Use searchable names for functions and variables
Despite many advances in editors, IDEs, indexing databases, and Language Servers, the primary method most developers use to find code in a project is plain text search. While it can be a pain to type long variable and function names, it makes them easily searchable (and all editors have autocomplete anyway).
In PHP:
Bad
$user->send();
Just try to search several thousand PHP files for the word send
. It won’t be easy to find what you’re looking for.
Good
$user->send_welcome_email();
It’s much more likely that send_welcome_email
is a unique string.
If something can fail, however unlikely, handle the failure
Many statements in code have a failure case. Some functions can return a falsy value if they cannot find their data.
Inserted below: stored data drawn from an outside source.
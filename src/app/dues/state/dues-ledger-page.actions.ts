import { createActionGroup, emptyProps, props } from '@ngrx/store';
import { CreateDuesPlanRequest, RecordCashPaymentRequest } from '@shared/dues';

export const DuesLedgerPageActions = createActionGroup({
  source: 'Dues Ledger Page',
  events: {
    Opened: emptyProps(),
    'Plan Submitted': props<{ request: CreateDuesPlanRequest }>(),
    'Plan Active Changed': props<{ planId: number; active: boolean }>(),
    'Cash Payment Submitted': props<{ request: RecordCashPaymentRequest }>(),
    'Refund Confirmed': props<{ paymentId: number }>(),
  },
});
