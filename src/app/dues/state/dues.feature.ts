import { createFeature, createReducer, on } from '@ngrx/store';
import { DuesLedger, DuesOverview } from '@shared/dues';
import { AuthApiActions } from '@app/auth/state/auth-api.actions';
import { FieldErrors } from '@app/ui/server-field-errors';
import { DuesApiActions } from './dues-api.actions';
import { DuesLedgerPageActions } from './dues-ledger-page.actions';
import { DuesPageActions } from './dues-page.actions';

export interface DuesState {
  overview: DuesOverview | null;
  loading: boolean;
  loadError: string | null;
  paying: boolean;
  /** The refusal of the last payment (a declined card), shown beside the form. */
  paymentError: string | null;
  /** Goes up by one per successful payment, so the form makes a fresh idempotency key. */
  paymentsMade: number;
  ledger: DuesLedger | null;
  ledgerLoading: boolean;
  ledgerError: string | null;
  ledgerSaving: boolean;
  ledgerFieldErrors: FieldErrors | null;
  /** Goes up by one per saved ledger change, so the admin forms clear themselves. */
  ledgerChanges: number;
}

export const initialDuesState: DuesState = {
  overview: null,
  loading: false,
  loadError: null,
  paying: false,
  paymentError: null,
  paymentsMade: 0,
  ledger: null,
  ledgerLoading: false,
  ledgerError: null,
  ledgerSaving: false,
  ledgerFieldErrors: null,
  ledgerChanges: 0,
};

export const duesFeature = createFeature({
  name: 'dues',
  reducer: createReducer(
    initialDuesState,
    on(DuesPageActions.opened, (state): DuesState => ({ ...state, loading: true, loadError: null })),
    on(DuesApiActions.overviewLoadedSuccess, DuesApiActions.renewalStoppedSuccess, (state, { overview }): DuesState => ({ ...state, overview, loading: false })),
    on(DuesApiActions.overviewLoadedFailure, (state, { message }): DuesState => ({ ...state, loading: false, loadError: message })),
    on(DuesPageActions.paymentSubmitted, (state): DuesState => ({ ...state, paying: true, paymentError: null })),
    on(DuesApiActions.paymentMadeSuccess, (state, { overview }): DuesState => ({ ...state, overview, paying: false, paymentsMade: state.paymentsMade + 1 })),
    on(DuesApiActions.paymentMadeFailure, (state, { message }): DuesState => ({ ...state, paying: false, paymentError: message })),
    on(DuesLedgerPageActions.opened, (state): DuesState => ({ ...state, ledgerLoading: true, ledgerError: null })),
    on(DuesApiActions.ledgerLoadedSuccess, (state, { ledger }): DuesState => ({ ...state, ledger, ledgerLoading: false })),
    on(DuesApiActions.ledgerLoadedFailure, (state, { message }): DuesState => ({ ...state, ledgerLoading: false, ledgerError: message })),
    on(
      DuesLedgerPageActions.planSubmitted,
      DuesLedgerPageActions.planActiveChanged,
      DuesLedgerPageActions.cashPaymentSubmitted,
      DuesLedgerPageActions.refundConfirmed,
      (state): DuesState => ({ ...state, ledgerSaving: true, ledgerFieldErrors: null }),
    ),
    on(DuesApiActions.ledgerChangedSuccess, (state, { ledger }): DuesState => ({ ...state, ledger, ledgerSaving: false, ledgerChanges: state.ledgerChanges + 1 })),
    on(DuesApiActions.ledgerChangedFailure, (state, { fields }): DuesState => ({ ...state, ledgerSaving: false, ledgerFieldErrors: fields })),
    on(AuthApiActions.signOutSuccess, AuthApiActions.sessionExpired, (): DuesState => initialDuesState),
  ),
});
Many untyped objects might be missing a property. Code lasts a long time. While a particular failure case might seem impossible, chances are good that over many years of use, it will be hit. Always handle every possible failure, even if handling it is just throwing an error with a descriptive message or silently skipping some functionality.
In TypeScript:
Bad
function getDataFromApi(): {name?: string} { /* ... */ }
function sayName(name: string): void { /* ... */ }
const dbData = getDataFromApi();
sayName(dbData.name!);
In TypeScript, typically you are already forced to handle every failure (at least ones that produce a value into running code) because otherwise the compiler will give you an error. In the above example, dbData.name
may not be set, but sayName()
requires a string. This will not compile.
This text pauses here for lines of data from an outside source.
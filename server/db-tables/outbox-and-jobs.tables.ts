import { Knex } from 'knex';

// E-mail waiting to be sent and the leases of scheduled jobs.

export interface OutboxMessageRow {
  id: number;
  kind: string;
  recipient: string;
  subject: string;
  text_body: string;
  html_body: string;
  state: 'queued' | 'sending' | 'sent' | 'failed' | 'abandoned';
  attempts: number;
  next_attempt_at: Date;
  claimed_by: string | null;
  claim_expires_at: Date | null;
  last_error: string | null;
  sent_at: Date | null;
  dedupe_key: string | null;
  created_at: Date;
}

export interface JobLeaseRow {
  name: string;
  holder: string | null;
  lease_until: Date;
  last_run_at: Date | null;
}

declare module 'knex/types/tables' {
  interface Tables {
    outbox_messages: Knex.CompositeTableType<OutboxMessageRow, Pick<OutboxMessageRow, 'kind' | 'recipient' | 'subject' | 'text_body' | 'html_body'> & { dedupe_key?: string | null }, Partial<OutboxMessageRow>>;
    job_leases: JobLeaseRow;
  }
}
However, there’s a trick called a “non-null assertion” (the exclamation point above) that tells the compiler, “I know better than you; this will always exist.” That’s great if you’re right, but what if you’re wrong? A hard-to read fatal error might occur.
Good
function getDataFromApi(): {name?: string} { /* ... */ }
function sayName(name: string): void { /* ... */ }
const dbData = getDataFromApi();
sayName(dbData.name ?? 'Unknown');
There’s different ways to handle data that we expect and which isn’t there. One way would be to say throw new Error('Tried to say a name but no name could be found')
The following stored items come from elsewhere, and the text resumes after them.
import { Knex } from 'knex';
import { GravityUnit, ImportMode, Instrument, ReadingSource } from '@shared/readings';
import { Decimal, Writable } from './column-types';

// Gravity readings, the uploads they came in and the devices that push them.

export interface GravityReadingRow {
  id: number;
  batch_id: number;
  measured_at: Date;
  instrument: Instrument;
  raw_value: Decimal;
  raw_unit: GravityUnit;
  sample_temperature_c: Decimal | null;
  calibration_temperature_c: Decimal | null;
  correction_factor: Decimal | null;
  original_brix: Decimal | null;
  corrected_sg: Decimal;
  source: ReadingSource;
  upload_id: number | null;
  push_token_id: number | null;
  note: string;
  created_by_user_id: number | null;
  created_at: Date;
  updated_at: Date;
}

export interface ReadingUploadRow {
  id: number;
  batch_id: number;
  file_name: string;
  mode: ImportMode;
  rows_total: number;
  rows_imported: number;
  rows_duplicate: number;
  rows_rejected: number;
  created_by_user_id: number;
  created_at: Date;
}

export interface BatchPushTokenRow {
  id: number;
  batch_id: number;
  label: string;
  token_hash: string;
  created_by_user_id: number;
  created_at: Date;
  last_used_at: Date | null;
  revoked_at: Date | null;
}

declare module 'knex/types/tables' {
  interface Tables {
    gravity_readings: Knex.CompositeTableType<GravityReadingRow, Writable<GravityReadingRow>, Writable<GravityReadingRow>>;
    reading_uploads: Knex.CompositeTableType<ReadingUploadRow, Writable<ReadingUploadRow>, Writable<ReadingUploadRow>>;
    batch_push_tokens: Knex.CompositeTableType<BatchPushTokenRow, Writable<BatchPushTokenRow>, Writable<BatchPushTokenRow>>;
  }
}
. That error message would be easy to locate in the code for debugging. However, maybe we don’t care and just want to print something. In that case, we can provide a fallback without much effort.
In PHP:
Bad
function get_data_from_db(): array { /* ... */ }
function say_name( string $name ): void { /* ... */ }
$db_data = get_data_from_db();
say_name( $db_data['name'] );
It’s very common when working with a MySQL database in PHP to query a table and assign the results to an array, assuming that the array values are all what we expect them to be. It’s not uncommon for that assumption to be false, causing fatal errors with hard-to-read messages. Sometimes PHP doesn’t even throw an error and silently logs a warning instead, which means the developers will probably never know about the problem at all.
Good
function get_data_from_db(): array { /* ... */ }
function say_name( string $name ): void { /* ... */ }
$db_data = get_data_from_db();
say_name( $db_data['name'] ?? 'Unknown' );
As mentioned above, we have many options for dealing with missing data. We could throw new \Exception('Tried to say a name but no name could be found');
, or we could silently skip the function call, or – as in this example – we could provide a fallback.
So, how do I write good code?
- Code is read more often than it is written. Write code for humans to read.
- Code is changed more often than it is added. Always look for ways to make existing code easier to read.
- Writing code usually means focusing on the goal, not the process. Take time to do the right thing with names, error handling, comments, function sharing, and function arguments.